Material provided section start

def level_warnings(ref_test_voltage_V: float, test_test_voltage_V: float) -> list[str]:
    """Warnings about the levels of the two records (order of the files, units of a channel).

    Parameters
    ----------
    ref_test_voltage_V, test_test_voltage_V : float
        Test voltage values of the reference and of the test record [V] (either polarity).

    Returns
    -------
    list of str
        Empty when the ratio lies within ``LEVEL_RATIO_LOW``..``LEVEL_RATIO_HIGH``.
    """
    r, t = abs(float(ref_test_voltage_V)), abs(float(test_test_voltage_V))
    if not (r > 0 and math.isfinite(r) and math.isfinite(t)):
        return []
    q = t / r
    if q > LEVEL_RATIO_HIGH or q < 1.0 / LEVEL_RATIO_HIGH:
        return [f"the test record's test voltage ({t / 1e3:.4g} kV) is {q:.3g} times the reference's "
                f"({r / 1e3:.4g} kV), where a reduced level is usually 50-75 % of the test level; check the "
                "units of both voltage channels"]
    if q < LEVEL_RATIO_LOW:
        return [f"the reference's test voltage ({r / 1e3:.4g} kV) is above the test record's ({t / 1e3:.4g} kV): "
                "the reference is the reduced-level wave, given first; are the files in the right order?"]
    return []


def check_levels(ref_test_voltage_V: float, test_test_voltage_V: float, *, reference: str | None = None,
                 test: str | None = None) -> None:
    """Refuse two records whose test voltage values differ beyond :data:`LEVEL_RATIO_REFUSED`.

    Parameters
    ----------
    ref_test_voltage_V, test_test_voltage_V : float
        Test voltage values of the reference and of the test record [V] (either polarity).
    reference, test : str, optional
        Their file names, for the message.

    Raises
    ------
    RecordError
        The ratio of the two values lies beyond ``LEVEL_RATIO_REFUSED`` either way (names the test
        record's file and its voltage channel).
    """
    r, t = abs(float(ref_test_voltage_V)), abs(float(test_test_voltage_V))
    if not (r > 0 and t > 0 and math.isfinite(r) and math.isfinite(t)):
        return
    q = t / r
    if 1.0 / LEVEL_RATIO_REFUSED <= q <= LEVEL_RATIO_REFUSED:
        return
    raise RecordError(
        f"the test voltage value is {t / 1e3:.4g} kV, {q:.3g} times the reference's ({r / 1e3:.4g} kV"
        f"{', ' + reference if reference else ''}); two shots of one impulse test do not differ "
        f"{LEVEL_RATIO_REFUSED:g}-fold (a reduced level is 50-75 % of the test level), so the records are not "
        "comparable as given: check the unit and scale factor of both voltage channels (values in kV under a "
        "V header, or the other way round?)",
        path=test or "test record", field="voltage")


#: Ratio of the test record's per-unit neutral current peak (current over its test voltage value) to
#: the reference's beyond which the pair is refused [1]. A healthy winding is linear, so the ratio is 1;
#: on the 12000 held-out synthetic pairs (peak current over peak voltage) it never exceeded 2.9, faults
#: and chopping included, while a current channel in mA read as A makes it 1000. Downwards a breakdown
#: to ground takes the neutral current away (ratios down to 0.005 there; benign chopped pairs down to
#: 0.07), so a small ratio is only warned about.
CURRENT_RATIO_REFUSED = 20.0


def check_currents(pair: AlignedPair, *, reference: str | None = None, test: str | None = None) -> list[str]:
    """Refuse (or warn about) neutral currents whose per-unit peaks differ beyond a fault's reach.

    Parameters
    ----------
    pair : AlignedPair
        The aligned pair (per-unit currents [A/V]).
    reference, test : str, optional
        The records' file names, for the message.

    Returns
    -------
    list of str
        A warning when the test record's per-unit current peak is under 1/``CURRENT_RATIO_REFUSED`` of
        the reference's (a breakdown to ground can do that; so can a current channel's unit).

    Raises
    ------
    RecordError
        The test record's per-unit current peak is over ``CURRENT_RATIO_REFUSED`` times the
        reference's: no fault does that, a unit or scale factor does (names the test record's current).
    """
    r = float(np.max(np.abs(pair.ref_current_pu)))
    t = float(np.max(np.abs(pair.test_current_pu)))
    if not (r > 0 and t > 0 and math.isfinite(r) and math.isfinite(t)):
        return []
    q = t / r
    if q > CURRENT_RATIO_REFUSED:
        raise RecordError(
            f"the test record's neutral current, scaled to the reference's level, peaks {q:.4g} times as high as "
            f"the reference's{' (' + reference + ')' if reference else ''}; a winding is linear and no fault raises "
            f"it {CURRENT_RATIO_REFUSED:g}-fold (the voltages are in proportion), so the records are not comparable "
            "as given: check the unit and scale factor (shunt ratio) of both current channels (mA under an A "
            "header, or the other way round?)",
            path=test or "test record", field="current")
    if q < 1.0 / CURRENT_RATIO_REFUSED:
        return [f"the test record's neutral current, scaled to the reference's level, peaks at only {q:.3g} of the "
                "reference's: a breakdown to ground can take the current away, but so can a "
                "unit or scale factor; check the unit and shunt ratio of both current channels"]
    return []


#: Declared shot kinds of a full-level shot (``meta['shot_kind']``; the reduced ones are
#: :data:`detector.sequence.REDUCED_KINDS`).
FULL_LEVEL_KINDS = ("full", "chopped")


def declared_level(record: Record) -> tuple[str | None, str]:
    """The level a record's metadata declares for it.

    Parameters
    ----------
    record : Record
        Its ``meta['shot_kind']`` (full or chopped against reduced or reduced_chopped) and
        ``meta['level_percent']`` (100 % of the test level and above against below 80 %) are read.

    Returns
    -------
    level : {'full', 'reduced'} or None
        None when neither is declared, or the two contradict each other.
    said : str
        The metadata that says so, for a message (``"meta.shot_kind 'full', meta.level_percent 100"``).
    """
    kind = record.meta.get("shot_kind")
    level = record.meta.get("level_percent")
    try:
        pct = float(level) if level is not None else None
    except (TypeError, ValueError):
        pct = None
    said = []
    if kind in FULL_LEVEL_KINDS or kind in REDUCED_KINDS:
        said.append(("full" if kind in FULL_LEVEL_KINDS else "reduced", f"meta.shot_kind {kind!r}"))
    if pct is not None and math.isfinite(pct) and (pct >= 100.0 or 0.0 < pct < 80.0):
        # between 80 and 100 % a shot may be either (the sequence's full-level shots start at 80 %)
        said.append(("full" if pct >= 100.0 else "reduced", f"meta.level_percent {pct:g}"))
    names = {w for w, _ in said}
    if len(names) != 1:
        return None, ""
    return names.pop(), ", ".join(m for _, m in said)


def check_roles(reference: Record, test: Record) -> None:
    """Refuse a reference whose metadata declares a full-level shot against a test record declared as a
    reduced-level one: the two files were given in the wrong order.

    A record's level is declared by ``meta['shot_kind']`` (full or chopped against reduced or
    reduced_chopped) and ``meta['level_percent']`` (100 and above against below 80); a record that
    declares neither, or the two in contradiction, is not judged here (the test voltage values are,
    with a warning, by :func:`level_warnings`). Two full-level shots, or two reduced ones, may be
    compared.

    Raises
    ------
    RecordError
        The reference is declared full-level and the test record reduced-level (names both files and
        the metadata fields that say so).
    """
    ref_level, ref_said = declared_level(reference)
    test_level, test_said = declared_level(test)
    if ref_level == "full" and test_level == "reduced":
        ref_name = f" ({reference.source})" if reference.source else ""
        test_name = f" ({test.source})" if test.source else ""
        raise RecordError(
            f"the reference{ref_name} is declared a full-level shot ({ref_said}) and the test record"
            f"{test_name} a reduced-level one ({test_said}): the files seem to be in the wrong order; give the "
            "reduced-level reference first and the full-level test shot second",
            path=reference.source or "reference record", field="meta.shot_kind" if "shot_kind" in ref_said
            else "meta.level_percent")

Material provided section end

**Action item**
Please count, in the material above, the lines that hold the word "pairs", and report only the total.

**Reply**
2